Jim Collins, an American business consultant and author of management writing, whose book Good to Great: Why Some Companies Breakthrough and Others Don't have been translated into 35 languages, talked about how to use the information you have.
Modern man lives in the information age, in which the one who has more and better information has an advantage. However, if you look at the chronicle of ups and downs, you will not find companies affected by the lack of information. The key, therefore, is not the availability of information, but the ability to transform the available information into facts that cannot be neglected.
One of the most effective ways to achieve this is the red flag method. Let me give you a personal example to illustrate. When I taught the Case Method course at Stanford Business School, I gave MBA students bright red 24x45 cm sheets of paper and the following instructions: “This is your red flag for the quarter. If you raise it, I will stop the lecture and give you the floor. There are no restrictions on when or how to raise the red flag, it is entirely your decision. You can use this to share an observation, disagree with the teacher, ask the head of the company who was invited to give a lecture, respond to a fellow student, make an offer, and so on. But the "flag" can only be used once a quarter. You cannot pass the 'red flag' to another student."

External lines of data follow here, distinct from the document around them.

import { PA_PER_INHG } from '@/shared/units'
import { median, quantile } from '../statistics'
import type { FiguresInput } from './types'

export interface Band {
  cutOutPa: number | null
  cutInPa: number | null
  /** Relative doubt (one standard deviation) of their difference. */
  doubt: number
}

interface SwitchPoint {
  pa: number
  sigmaPa: number
}

/** A usual switch starts the pump about 2 inHg under its cut-out (common practice, no source). */
const USUAL_DIFFERENTIAL_PA = 2 * PA_PER_INHG
/** How sure each source is (judged): the switch's scatter, an installer's rounding, the ends of holds seen sparsely. */
const READING_SIGMA_PA = 0.016 * PA_PER_INHG
/** Without a pump channel the turning points lie between two samples. */
const TURNING_SIGMA_PA = 0.04 * PA_PER_INHG
const SET_SIGMA_PA = 0.031 * PA_PER_INHG
const SEEN_SIGMA_PA = 0.1 * PA_PER_INHG
const USUAL_SIGMA_PA = 0.24 * PA_PER_INHG
const FEWEST = 3

/**
 * Cut-out and cut-in: taught by the switch's own edges, else the installer's figures, else what the holds show
 * at their ends, else a usual differential under the cut-out. No vacuum and no figures: null.
 */
export function bandOf({ learned, settings, rows }: FiguresInput): Band {
  const holds = rows.holds.filter((hold) => !hold.setAside)
  const tops = holds.flatMap((hold) => hold.cutOutPa ?? [])
  const ends = holds.flatMap((hold) => (hold.ending === 'leak' ? (hold.endPa ?? []) : []))
  const edgeSigmaPa = Math.hypot(0.29 * learned.stepPa, settings.channels.pump ? 0 : TURNING_SIGMA_PA)
  const taughtSigma = (readings: number) =>
    Math.hypot(READING_SIGMA_PA / Math.sqrt(Math.max(1, readings)), edgeSigmaPa)
  const cutOut =
    point(learned.cutOutPa, taughtSigma(learned.readings.cutOut)) ??
    point(settings.cutOutPa, SET_SIGMA_PA) ??
    point(tops.length < FEWEST ? null : quantile(tops, 0.75), SEEN_SIGMA_PA)
  const cutIn =
    point(learned.cutInPa, taughtSigma(learned.readings.cutIn)) ??
    point(settings.cutInPa, SET_SIGMA_PA) ??
    point(ends.length < FEWEST ? null : median(ends), SEEN_SIGMA_PA) ??
    usualCutIn(cutOut, rows.legs)
  if (cutOut === null || cutIn === null) {
    return { cutOutPa: cutOut?.pa ?? null, cutInPa: cutIn?.pa ?? null, doubt: 0 }
  }
  const doubt = Math.hypot(cutOut.sigmaPa, cutIn.sigmaPa) / Math.max(1, cutOut.pa - cutIn.pa)
  return { cutOutPa: cutOut.pa, cutInPa: cutIn.pa, doubt: Math.min(0.5, doubt) }
}

function point(pa: number | null, sigmaPa: number): SwitchPoint | null {
  return pa === null ? null : { pa, sigmaPa }
}

/** A hold that went on below the usual cut-in shows that this switch starts later. */
function usualCutIn(cutOut: SwitchPoint | null, legs: FiguresInput['rows']['legs']): SwitchPoint | null {
  if (cutOut === null) return null
  const lowest = Math.min(cutOut.pa, ...legs.flatMap((leg) => leg.bins.vacuumPa.at(-1) ?? []))
  return { pa: Math.min(cutOut.pa - USUAL_DIFFERENTIAL_PA, lowest), sigmaPa: USUAL_SIGMA_PA }
}
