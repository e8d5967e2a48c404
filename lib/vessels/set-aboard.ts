import { noteAudit } from '@/db/queries/audit'
import { say } from '@/db/queries/statements'
import { checkedWrite } from '@/lib/access/checked-write'
import { requireRight } from '@/lib/access/require-right'

/** Says whether anybody is aboard from now on; null takes the word back, and flushes tell again. */
export async function setAboard(
  personId: string,
  vesselId: string,
  said: { value: boolean | null; until?: string | null | undefined },
  now: Date,
): Promise<{ value: boolean | null; until: string | null }> {
  const until = said.value === null || said.until == null ? null : new Date(said.until)
  return checkedWrite(
    personId,
    (trx) => requireRight(trx, vesselId, 'setAboard'),
    async (trx) => {
      await say(trx, {
        vesselId,
        systemId: null,
        value: said.value === null ? null : said.value ? 'aboard' : 'away',
        from: now,
        until: until !== null && until < now ? now : until,
        saidBy: personId,
        saidAt: now,
      })
      await noteAudit(trx, { at: now, personId, vesselId, action: 'vessel.aboard', detail: { ...said } })
      return { value: said.value, until: until?.toISOString() ?? null }
    },
  )
}
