import { findZones } from '@/db/queries/zones'
import { asPerson } from '@/db/roles'
import type { KnownZone, List } from '@/shared/schemas'

/** Zones to pick from, as the database knows them. */
export async function findTimeZones(
  personId: string,
  query: { search: string; limit: number },
): Promise<List<KnownZone>> {
  const items = await asPerson(personId, (trx) => findZones(trx, query.search, query.limit))
  return { items, next: null }
}
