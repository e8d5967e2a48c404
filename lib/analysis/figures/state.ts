import { formatDuration, formatVacuum } from '@/shared/units'
import type { HoldTimeEstimate } from '../hold-time'
import type { FiguresInput, SystemState } from './types'

/** Under this hold time a system short-cycles. */
export const SHORT_CYCLING_SECONDS = 600
export interface StateFinding {
  state: SystemState
  since: number | null
  reason: string
}

/** What people said or the newest readings show, in the order that rules; null = the hold time decides. */
export function stateBeforeHoldTime(input: FiguresInput): StateFinding | null {
  return unheard(input) ?? said(input) ?? runningOn(input) ?? off(input)
}

function unheard({ at, lastHeardAt, settings }: FiguresInput): StateFinding | null {
  if (lastHeardAt === null) return { state: 'unheard', since: null, reason: 'nothing heard yet' }
  const silentSeconds = (at - lastHeardAt) / 1000
  if (silentSeconds <= settings.silenceSeconds) return null
  return {
    state: 'unheard',
    since: lastHeardAt,
    reason: `nothing heard for ${formatDuration(silentSeconds)}`,
  }
}

function said({ statement }: FiguresInput): StateFinding | null {
  if (statement === null || statement.value === 'off') return null
  const words = statement.value === 'laid-up' ? 'said to be laid up' : 'being worked on'
  return { state: statement.value, since: statement.since, reason: words }
}

function runningOn({ open, condition, at, lastHeardAt }: FiguresInput): StateFinding | null {
  if (condition.runningOnSince === null || open.run === null) return null
  const seconds = (Math.min(at, lastHeardAt ?? at) - open.run.startedAt) / 1000
  return {
    state: 'running-on',
    since: open.run.startedAt,
    reason: `the pump has been on for ${formatDuration(seconds)} and the vacuum does not rise`,
  }
}

function off({ statement, condition, current }: FiguresInput): StateFinding | null {
  if (statement?.value === 'off') {
    return { state: 'off', since: statement.since, reason: 'said to be switched off' }
  }
  if (condition.offSince === null) return null
  const vacuum = formatVacuum(current?.vacuumPa, 'inHg')
  return { state: 'off', since: condition.offSince, reason: `at ${vacuum}, and the pump does not start` }
}

/** The state by hold time alone; a bound that does not reach the limit says nothing. */
export function stateByHoldTime(
  hold: Pick<HoldTimeEstimate, 'seconds' | 'bound'> | null,
  settings: { limitSeconds: number; aimSeconds: number },
): SystemState {
  if (hold === null) return 'learning'
  if (hold.seconds >= settings.aimSeconds) return 'tight'
  if (hold.bound === 'at-least' && hold.seconds < settings.limitSeconds) return 'learning'
  if (hold.seconds >= settings.limitSeconds) return 'weeping'
  return hold.seconds >= SHORT_CYCLING_SECONDS ? 'leaking' : 'short-cycling'
}

/** The sentence beside a state by hold time. */
export function reasonByHoldTime(input: FiguresInput, hold: HoldTimeEstimate | null): string {
  if (input.settings.kind === 'on-demand') return 'no standing vacuum: hold time does not apply'
  if (hold === null) return 'too few quiet hours heard yet'
  const length = `${hold.bound === null ? 'holds' : 'holds at least'} ${formatDuration(hold.seconds)}`
  const { limitSeconds, aimSeconds } = input.settings
  if (hold.seconds >= aimSeconds) return `${length}, over the aim of ${formatDuration(aimSeconds)}`
  if (hold.seconds >= limitSeconds) return `${length}, over the limit of ${formatDuration(limitSeconds)}`
  return `${length}, under the limit of ${formatDuration(limitSeconds)}`
}
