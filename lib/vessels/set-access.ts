import { noteAudit } from '@/db/queries/audit'
import { grantAccess, shopExists, withdrawAccess as withdraw } from '@/db/queries/vessels'
import { checkedWrite } from '@/lib/access/checked-write'
import { noSuch, requireRight } from '@/lib/access/require-right'
import type { AccessLevel } from '@/shared/schemas'

/** The owner lets a shop see the boat, or changes how much. @throws Problem `not-found`, `not-allowed` */
export async function setAccess(
  personId: string,
  grant: { vesselId: string; shopId: string; level: AccessLevel },
  now: Date,
): Promise<{ shopId: string; level: AccessLevel }> {
  const { vesselId, shopId, level } = grant
  return checkedWrite(
    personId,
    (trx) => requireRight(trx, vesselId, 'giveAccess'),
    async (trx) => {
      if (!(await shopExists(trx, shopId))) throw noSuch('shop')
      await grantAccess(trx, { vesselId, shopId, level, grantedBy: personId, at: now })
      await noteAudit(trx, {
        at: now,
        personId,
        vesselId,
        shopId,
        action: 'access.given',
        detail: { level },
      })
      return { shopId, level }
    },
  )
}

/** The owner takes the shop's sight away; it keeps the visits it did. */
export async function withdrawAccess(
  personId: string,
  vesselId: string,
  shopId: string,
  now: Date,
): Promise<{ done: true }> {
  return checkedWrite(
    personId,
    (trx) => requireRight(trx, vesselId, 'giveAccess'),
    async (trx) => {
      if (!(await withdraw(trx, vesselId, shopId, now))) throw noSuch('consent')
      await noteAudit(trx, { at: now, personId, vesselId, shopId, action: 'access.withdrawn' })
      return { done: true }
    },
  )
}
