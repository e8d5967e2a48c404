import type { SystemState } from './types'

/** Worst first; states that people chose come last, those that nothing is known of before the sound ones. */
const ORDER: Record<SystemState, number> = {
  'running-on': 0,
  'short-cycling': 1,
  leaking: 2,
  weeping: 3,
  unheard: 4,
  off: 5,
  learning: 6,
  tight: 7,
  'worked-on': 8,
  'laid-up': 9,
}

/** A number that orders a fleet: by state, then by the shorter hold. */
export function rankOf(state: SystemState, holdSeconds: number | null): number {
  const hours = holdSeconds === null ? 999 : Math.min(998, holdSeconds / 3600)
  return ORDER[state] * 1000 + hours
}
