import { PA_PER_INHG } from '@/shared/units'
import { conditionOf, currentOf, learned, openRows, type FoldState } from '../fold'
import { median } from '../statistics'
import type { FiguresInput, LearnedFigures } from './types'

/**
 * What `figuresOf` takes, out of a system's fold state (its head, or folded to `at`) and what the state does not
 * hold. A switch point that nothing taught stays null, where the fold itself takes a usual one.
 */
export function figuresInput(
  state: FoldState,
  rest: Pick<FiguresInput, 'at' | 'rows' | 'settings' | 'lastHeardAt'>,
): FiguresInput {
  const condition = conditionOf(state)
  const current = currentOf(state)
  return {
    ...rest,
    open: openRows(state),
    current: current.at === null ? null : { ...current, at: current.at },
    learned: learnedFigures(state),
    condition: { offSince: condition.offSince, runningOnSince: condition.runningOnSince },
    statement: condition.statement,
  }
}

/** Few readings count when they are about what the installer set; five count whatever was set. */
const ENOUGH = 5
const NEAR_SET_PA = 0.3 * PA_PER_INHG

function learnedFigures(state: FoldState): LearnedFigures {
  const { counts, settledPa, rechargePaPerSecond } = learned(state)
  const { rings, settings } = state
  return {
    cutOutPa: taught(rings.cutOutPa, settings.cutOutPa),
    cutInPa: taught(rings.cutInPa, settings.cutInPa),
    settledPa: counts.settled > 0 ? settledPa : null,
    rechargePaPerSecond,
    readings: { cutOut: counts.cutOut, cutIn: counts.cutIn },
    stepPa: state.stepPa,
  }
}

function taught(ring: readonly number[], setPa: number | null): number | null {
  const middle = median(ring)
  if (middle === null || ring.length >= ENOUGH) return middle
  if (setPa === null) return middle
  if (Math.abs(middle - setPa) > NEAR_SET_PA) return null
  // One reading scatters about as much as an installer rounds.
  return (ring.length * middle + 0.5 * setPa) / (ring.length + 0.5)
}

With these flags, I never knew what would happen in the classroom the next day. One student once raised a red flag to say, “Professor Collins, I don't think you read very well today. You are leading the discussion by asking too many questions and that stifles our creativity. Let us think for ourselves. The “red flag” presented me with an unpleasant fact - my way of asking questions prevents students from thinking. A student survey at the end of the semester confirmed this. The “red flag” at that moment, in full view of the entire group, turned the key to success - not in the availability of information (many have it), but in the ability to turn it into facts that cannot be neglected, criticism of my lectures, into information that was ignored. just impossible.
I borrowed the idea of red flags from Bruce Wolpert, who invented a powerful technique called underpayment at his company Graniterock. “Underpayment” gives the client the right to decide how much to pay and whether to pay at all: based on satisfaction with the product or service. “Underpayment” is not a product return system. The customer does not need to return the item, nor does he need to ask Graniterock for permission. He simply counts the item that doesn’t satisfy him, subtracts its value from the total, and writes a check for the remaining amount.
When I asked Wolpert why he came up with “underpayment,” he said, “You can learn a lot by interviewing consumers, but information can be interpreted in different ways. With underpayment, you cannot ignore the facts. You often don’t know that a customer is unhappy until you lose them. "Underpayment" is an early warning system that forces action to be taken long before the threat of losing a customer arises."
The red flag technique can be a useful tool for turning mere information into information that cannot be ignored. This will create a climate in which the truth is heard.